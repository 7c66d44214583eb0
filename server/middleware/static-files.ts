// The built client (dist/): precompressed files, caching by kind, source maps kept private.
import fs from 'node:fs/promises';
import path from 'node:path';
import express, { type Request, type Response } from 'express';

/** Hashed build output: its name changes whenever its content does, so a browser keeps it a year. */
const IMMUTABLE = 'public, max-age=31536000, immutable';
/** index.html, sw.js, the manifest, the icon: always asked again (a 304 when unchanged). */
const REVALIDATE = 'no-cache';

/** The variants vite.config.ts writes beside each text file, in order of preference. */
const variants = [
  { encoding: 'br', suffix: '.br' },
  { encoding: 'gzip', suffix: '.gz' },
] as const;

async function isFile(file: string): Promise<boolean> {
  try {
    return (await fs.stat(file)).isFile();
  } catch {
    return false;
  }
}

/** The relative path of a request inside root, or null when it is not a plain path inside it. */
function relativePath(root: string, urlPath: string): string | null {
  let decoded: string;
  try {
    decoded = decodeURIComponent(urlPath);
  } catch {
    return null;
  }
  if (decoded.includes('\0') || decoded.includes('\\')) return null;
  const resolved = path.resolve(root, '.' + path.posix.normalize('/' + decoded));
  if (resolved !== root && !resolved.startsWith(root + path.sep)) return null;
  const relative = path.relative(root, resolved);
  // Dot files (the build stamp) are not part of the site.
  return relative.split(path.sep).some((part) => part.startsWith('.')) ? null : relative;
}

/**
 * Sends `relative` (a file under root) in the best encoding the caller accepts that has been
 * built: brotli, else gzip, else as it is. The compressed file goes out with the original's type;
 * ETag and Last-Modified come from the file sent, so each encoding has its own validator.
 * Resolves false when the file does not exist.
 */
async function sendBest(req: Request, res: Response, root: string, relative: string, cacheControl: string): Promise<boolean> {
  const original = path.join(root, relative);
  if (!(await isFile(original))) return false;
  res.setHeader('Vary', 'Accept-Encoding');
  res.setHeader('Cache-Control', cacheControl);
  let file = relative;
  for (const variant of variants) {
    // acceptsEncodings answers false for an encoding the caller refuses (or does not name).
    if (!req.acceptsEncodings(variant.encoding) || !(await isFile(original + variant.suffix))) continue;
    file = relative + variant.suffix;
    res.setHeader('Content-Encoding', variant.encoding);
    res.type(path.extname(relative));
    break;
  }
  await new Promise<void>((resolve, reject) =>
    res.sendFile(file, { root, cacheControl: false, lastModified: true, etag: true }, (err) => {
      if (!err || res.headersSent) return resolve();
      res.removeHeader('Content-Encoding'); // the error answer is not the compressed file
      reject(err);
    }),
  );
  return true;
}

/**
 * Serves the built client: `/assets/*` immutable for a year (404 when missing, never the page),
 * every other file revalidated, and any other GET the app's page (a client route such as
 * /c/<serial> from a QR label). Source maps are written by the build for error reports but
 * answer 404 here.
 */
export function clientFiles(distDir: string) {
  const root = path.resolve(distDir);
  const router = express.Router();
  const notFound = (res: Response) => res.status(404).type('text/plain').setHeader('Cache-Control', 'no-store').send('Not found');

  router.use(async (req, res, next) => {
    if (req.method !== 'GET' && req.method !== 'HEAD') return next();
    try {
      const relative = relativePath(root, req.path);
      if (relative === null) return notFound(res);
      if (relative.endsWith('.map')) return notFound(res);
      const isAsset = relative.startsWith('assets' + path.sep);
      if (await sendBest(req, res, root, relative, isAsset ? IMMUTABLE : REVALIDATE)) return;
      if (isAsset) return notFound(res);
      if (!(await sendBest(req, res, root, 'index.html', REVALIDATE))) return notFound(res);
    } catch (err) {
      next(err);
    }
  });
  return router;
}
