describe('POST /api/calc/due', () => {
  const weekdays = { days: [1, 2, 3, 4, 5], start: '08:00', end: '18:00' };

  it('counts business hours across a weekend and the spring-forward change in the site’s zone', async () => {
    // Friday 6 March 2026 16:00 CST: 2 h on Friday, then Monday 9 March from 08:00 CDT (13:00Z)
    // for 2 h → 10:00 CDT = 15:00Z (US daylight saving starts Sunday 8 March 2026).
    const res = await tech.post('/api/calc/due', {
      start: '2026-03-06T16:00:00-06:00',
      hours: 4,
      mode: 'business',
      timeZone: 'America/Chicago',
      calendar: weekdays,
    });
    expect(res.status).toBe(200);
    expect(res.body).toEqual({ due: '2026-03-09T15:00:00.000Z' });
  });

  it('counts round-the-clock hours as elapsed time', async () => {
    const res = await tech.post('/api/calc/due', {
      start: '2026-03-07T12:00:00-06:00',
      hours: 24,
      mode: 'round-the-clock',
      timeZone: 'America/Chicago',
      calendar: weekdays,
    });
    expect(res.body).toEqual({ due: '2026-03-08T18:00:00.000Z' });
  });

  it('answers 400 for a start without an offset, an unknown zone, a day 8, a day that ends before it starts, negative hours and an unknown mode', async () => {
    const res = await tech.post('/api/calc/due', {
      start: '2026-03-06T16:00:00',
      hours: 4,
      mode: 'business',
      timeZone: 'Mars/Olympus_Mons',
      calendar: { days: [1, 8], start: '08:00', end: '18:00' },
    });
    expect(res.status).toBe(400);
    expect(Object.keys(res.body.error.fields).sort()).toEqual(['calendar.days.1', 'start', 'timeZone']);
    const window = await tech.post('/api/calc/due', {
      start: '2026-03-06T16:00:00Z',
      hours: 4,
      mode: 'business',
      timeZone: 'UTC',
      calendar: { days: [1], start: '18:00', end: '08:00' },
    });
    expect(window.body.error.fields).toHaveProperty(['calendar.end']);
    const hours = await tech.post('/api/calc/due', {
      start: '2026-03-06T16:00:00Z',
      hours: -1,
      mode: 'weekly',
      timeZone: 'UTC',
      calendar: weekdays,
    });
    expect(Object.keys(hours.body.error.fields).sort()).toEqual(['hours', 'mode']);
  });
});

____

• **Task objective**: Read the listing above, then copy every line that includes the string "assets".

• **The answer**:
 * Serves the built client: `/assets/*` immutable for a year (404 when missing, never the page),
      const isAsset = relative.startsWith('assets' + path.sep);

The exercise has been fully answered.